In one word: Excellent!

It's been a long time since I've been motivated to venture out and see a thriller in the theaters but this film lived up to the hype and more.

Smartly acted, well written, timely, and meaningful. In other words not the usual Hollywood pablum starring Nick Cage.

I also highly recommend the director's other recent film "City of God".

The Rolling Stone review
Quote:
This late-August release comes in the nick of time to prove a point: Movies that give a damn do have a place in summer.
Director Fernando Meirelles, justly Oscar nominated for 2003's City of God (set in the slums of his native Brazil), again performs visual miracles that resonate with feeling. He and screenwriter Jeffrey Caine put a human face on John le Carre's novel of sex, lies and dirty politics in modern Africa. Prepare for a thrilling ride.

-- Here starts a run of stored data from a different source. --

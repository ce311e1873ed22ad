/** An over-current guard of one direction. */
export interface OverCurrentState {
  open: boolean;
  locked: boolean;
  /** Trips that count towards the lock. */
  tripsS: number[];
}

/** What a BMS remembers. */
export interface PackSwitches {
  overVoltage: boolean;
  underVoltage: boolean;
  readonly overCurrent: { readonly charge: OverCurrentState; readonly discharge: OverCurrentState };
  /** The forward drop of a one-way path has been switched away. */
  reclosed: boolean;
  asleep: boolean;
  /** Per cell. */
  readonly bleeding: boolean[];
}

/** What the charger, the load and the duty remember. */
export interface BankSwitches {
  chargeEnded: boolean;
  loadConnected: boolean;
  /** The load asked for more than the bank can give and has not come back yet. */
  overloaded: boolean;
  /** A connected load goes without, for whatever reason. */
  loadLost: boolean;
}

export function closedPack(cells: number): PackSwitches {
  return {
    overVoltage: false,
    underVoltage: false,
    overCurrent: {
      charge: { open: false, locked: false, tripsS: [] },
      discharge: { open: false, locked: false, tripsS: [] },
    },
    reclosed: false,
    asleep: false,
    bleeding: new Array<boolean>(cells).fill(false),
  };
}

export function chargeOpen(pack: PackSwitches, opens: 'path' | 'both'): boolean {
  const { charge, discharge } = pack.overCurrent;
  return pack.overVoltage || charge.open || (opens === 'both' && discharge.open);
}

export function dischargeOpen(pack: PackSwitches, opens: 'path' | 'both'): boolean {
  const { charge, discharge } = pack.overCurrent;
  return pack.underVoltage || discharge.open || (opens === 'both' && charge.open);
}
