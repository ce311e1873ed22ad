/** An over-current guard of one direction. */
export interface OverCurrentState {
  open: boolean;
  locked: boolean;
  /** Trips that count towards the lock. */
  tripsS: number[];
}

/** What a BMS remembers. */
export interface PackSwitches {
  overVoltage: boolean;
  underVoltage: boolean;
  /** Charging is refused. */
  tooCold: boolean;
  readonly overCurrent: { readonly charge: OverCurrentState; readonly discharge: OverCurrentState };
  /** The forward drop of a one-way path has been switched away. */
  reclosed: boolean;
  asleep: boolean;
  /** Per cell. */
  readonly bleeding: boolean[];
}

/** What the charger, the load and the duty remember. */
export interface BankSwitches {
  chargeEnded: boolean;
  loadConnected: boolean;
  /** The load asked for more than the bank can give and has not come back yet. */
  overloaded: boolean;
  /** The bank voltage has the equalisers work. */
  equalising: boolean;
  /** A connected load goes without, for whatever reason. */
  loadLost: boolean;
}

export function closedPack(cells: number): PackSwitches {
  return {
    overVoltage: false,
    underVoltage: false,
    tooCold: false,
    overCurrent: {
      charge: { open: false, locked: false, tripsS: [] },
      discharge: { open: false, locked: false, tripsS: [] },
    },
    reclosed: false,
    asleep: false,
    bleeding: new Array<boolean>(cells).fill(false),
  };
}

/** What a person at the bank does to a BMS: everything is closed and forgotten, but cold it stays. */
export function clearPack(pack: PackSwitches): void {
  pack.overVoltage = pack.underVoltage = pack.reclosed = pack.asleep = false;
  for (const guard of [pack.overCurrent.charge, pack.overCurrent.discharge]) {
    guard.open = guard.locked = false;
    guard.tripsS = [];
  }
  pack.bleeding.fill(false);
}

export function chargeOpen(pack: PackSwitches, opens: 'path' | 'both'): boolean {
  const { charge, discharge } = pack.overCurrent;
  return pack.overVoltage || pack.tooCold || charge.open || (opens === 'both' && discharge.open);
}

export function dischargeOpen(pack: PackSwitches, opens: 'path' | 'both'): boolean {
  const { charge, discharge } = pack.overCurrent;
  return pack.underVoltage || discharge.open || (opens === 'both' && charge.open);
}
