import { it } from 'vitest';
import { referenceBanks } from '/work/main/test/reference/banks.js';
import { simulateSlowBank } from '/work/main/test/reference/slow-bank.js';

it('x', () => {
  const only = process.env.ONLY?.split(',');
  for (const bank of referenceBanks()) {
    if (only && !only.includes(bank.name)) continue;
    const t = process.cpuUsage();
    const run = simulateSlowBank(bank, { stepS: Number(process.env.STEP ?? 10), nodeLeakS: 0 });
    const cpu = process.cpuUsage(t).user / 1e6;
    console.log(
      bank.name,
      'cpu',
      cpu,
      'steps',
      run.steps,
      'end',
      run.cycleEndS,
      'Wh',
      run.servedWh,
      run.lostWh,
      run.lostAh,
      '\n',
      run.events
        .map((e) => `${e.timeS.toFixed(2)} c${e.cycle} ${e.kind} ${e.string}.${e.position}.${e.cell}`)
        .join('\n '),
      '\n',
      run.cycleEndCharge.map((r) => r.map((z) => z.toFixed(4)).join(' ')).join('\n '),
    );
  }
}, 600000);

Ralph Fiennes meets all the challenges of playing Justin Quayle, a British diplomat in Kenya who would rather tend his garden than deal with the difficult questions he's asked by Tessa Abbott (Rachel Weisz). She's a firebrand activist who thinks the Brit higher-ups, led by Bernard Pellegrin (Bill Nighy), are in league with a pharmaceutical company to use suffering Africans as guinea pigs for drug experiments. Justin is a little scared by Tessa and a lot attracted.

That this eventual marriage of opposites works is mostly due to a tacit agreement that Justin will turn a blind eye to Tessa's relentless goading of Her Majesty's operatives. But when she dies in an alleged car accident, Justin's eyes are slowly opened. Rumors fly that Tessa had been getting it on with the African doctor (Hubert Kounde) who died with her. Justin's jealousy is fueled by his Iago-ish colleague (Danny Huston). Flashbacks of the couple -- in and out of bed -- allow for several teasing points of view.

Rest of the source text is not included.